The multilevel models had the highest power in all conditions, but they also used 100 times more data than the other models. MCSM had very high Type I error rates when lag was misspecified, but MLM never had a higher than nominal Type-1 error rate. Thus, if resources allow, the results of this paper highly recommend MLM as the superior model to evaluate mediation. Even in misspecified conditions, the MLM performed well. This is especially an advantage in mediation, when the researcher may not know whether the effect is cross-sectional or longitudinal or what the correct lag may be. As long as enough data points are collected, the MLM model can be trusted to provide an accurate result.

Of the remaining models, CSM and SM models were the next most powerful, with DM shortly thereafter. A CLPM with 5 time points and 20 people was always more powerful than a CLPM with 3 time points and 33 people, further supporting Reichardt’s (2011) argument that three waves are not enough. The CLPM models are the only two models to maintain Type-1 error in all conditions. SM and CSM were the only models to capture the mediation effect when the lag was misspecified. SM could still detect mediation up to 64% of the time and CSM up to about 48% of the time under misspecified lag. Although these results highly depend on the stability of X and M, their performances are still impressive considering that 0.089 is the highest Type I error rate from either of these models. Therefore, if resources do not allow for MLM analysis and the stabilities of X and M are expected to be high, SM is a viable alternative to MLM.

These results may be surprising to some readers who have read previous work comparing CSM and SM to longitudinal models such as Maxwell and Cole (2007), Maxwell et al. (2011), and Mitchell and Maxwell (2013), but these articles focused on bias. It very well may be that CSM and SM were so powerful in some of these conditions due to bias. Regardless, as long as Type I error is not inflated, bias would not pose a practical problem if the goal is to detect a mediation effect. That being said, this paper is in no way meant to discourage focus on effect sizes in the literature. We still believe effect size estimation is an important part of the research process. However, calculation of effect size for longitudinal models, especially longitudinal mediation models is a complex issue (Peugh, 2010; Preacher & Kelley, 2011; Roberts & Monaco, 2006). As such, many researchers rely on power more than effect size in evaluating complex models such as some of the models presented here. On the contrary, it is well-known that CSM and SM can be biased (i.e., Mitchell & Maxwell, 2013), thus their results should always be hesitantly interpreted.

Despite these limitations, this article serves as a fundamental first step in evaluating mediation models from the perspective of an empirical researcher interested in detecting a mediation effect.
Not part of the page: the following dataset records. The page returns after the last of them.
package viz

import (
	"context"
	"fmt"
	"strings"
	"testing"

	"github.com/heatgraph/heatgraph/network"
	"github.com/heatgraph/heatgraph/solve"
)

// chainModel returns a model of n solid nodes in a chain, each joined to
// the next by conduction and to ambient by two links (convection and
// radiation), with the heat put in at one end: the shape of a long
// board or rail losing heat along its length, and the case that made
// diagram layout slow (many parallel links to one ambient node).
func chainModel(n int) string {
	var b strings.Builder
	b.WriteString("title: chain\nambient: {temperature: 25 degC}\nnodes:\n")
	for i := range n {
		fmt.Fprintf(&b, "  - {id: n%d", i)
		if i == 0 {
			b.WriteString(", power: 20 W, limit: 105 degC")
		}
		b.WriteString("}\n")
	}
	b.WriteString("links:\n")
	for i := range n {
		if i+1 < n {
			fmt.Fprintf(&b, "  - {kind: lumped, from: n%d, to: n%d, resistance: 2 K/W}\n", i, i+1)
		}
		fmt.Fprintf(&b, "  - {id: c%d, kind: convection, from: n%d, coefficient: 8 W/m2/K, area: 20 cm2}\n", i, i)
		fmt.Fprintf(&b, "  - {id: r%d, kind: radiation, from: n%d, emissivity: 0.9, area: 20 cm2}\n", i, i)
	}
	return b.String()
}

func solveChain(b testing.TB, n int) *network.Solution {
	m, err := network.Parse("chain.yaml", []byte(chainModel(n)))
	if err != nil {
		b.Fatal(err)
	}
	net, err := network.Build(m)
	if err != nil {
		b.Fatal(err)
	}
	p := net.Steady()
	r := solve.Newton(p, p.InitialGuess(), solve.Settings{})
	if !r.Reason.Converged() {
		b.Fatalf("chain of %d: %s", n, r.Reason)
	}
	return net.Solution(r.X)
}

// BenchmarkDiagram builds and lays out the diagram of chains of 60, 100 and
// 200 nodes as SVG.
func BenchmarkDiagram(b *testing.B) {
	for _, n := range []int{60, 100, 200} {
		b.Run(fmt.Sprintf("chain-%d", n), func(b *testing.B) {
			sol := solveChain(b, n)
			if _, err := Render(context.Background(), "digraph warm { a -> b }", FormatSVG); err != nil {
				b.Fatal(err) // start the engine outside the timing
			}
			b.ResetTimer()
			for b.Loop() {
				dot, err := DOT(sol, ColourMargin)
				if err != nil {
					b.Fatal(err)
				}
				if _, err := Render(context.Background(), dot, FormatSVG); err != nil {
					b.Fatal(err)
				}
			}
		})
	}
}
It is our goal that the methods used here set the stage for future projects from this perspective, and encourage future quantitative work in mediation that will be most useful to its users. This perspective has not been explored before, and so offers some new results. When ample time and resources are available, or the researcher desires to investigate more complex phenomena, these results highly recommend the use of a multilevel longitudinal mediation model. It has high power to find a mediation effect and still maintain Type I error rate even under misspecified lag. When multilevel longitudinal mediation analysis is not possible or desirable, the results of this article suggest utilization of cross-sectional and especially sequential mediation. Sequential mediation models perform especially well under misspecified conditions when the variable are highly stable. Accordingly, we recommend sequential mediation models as a low-cost option for researchers seeking to maximize power using minimal resources.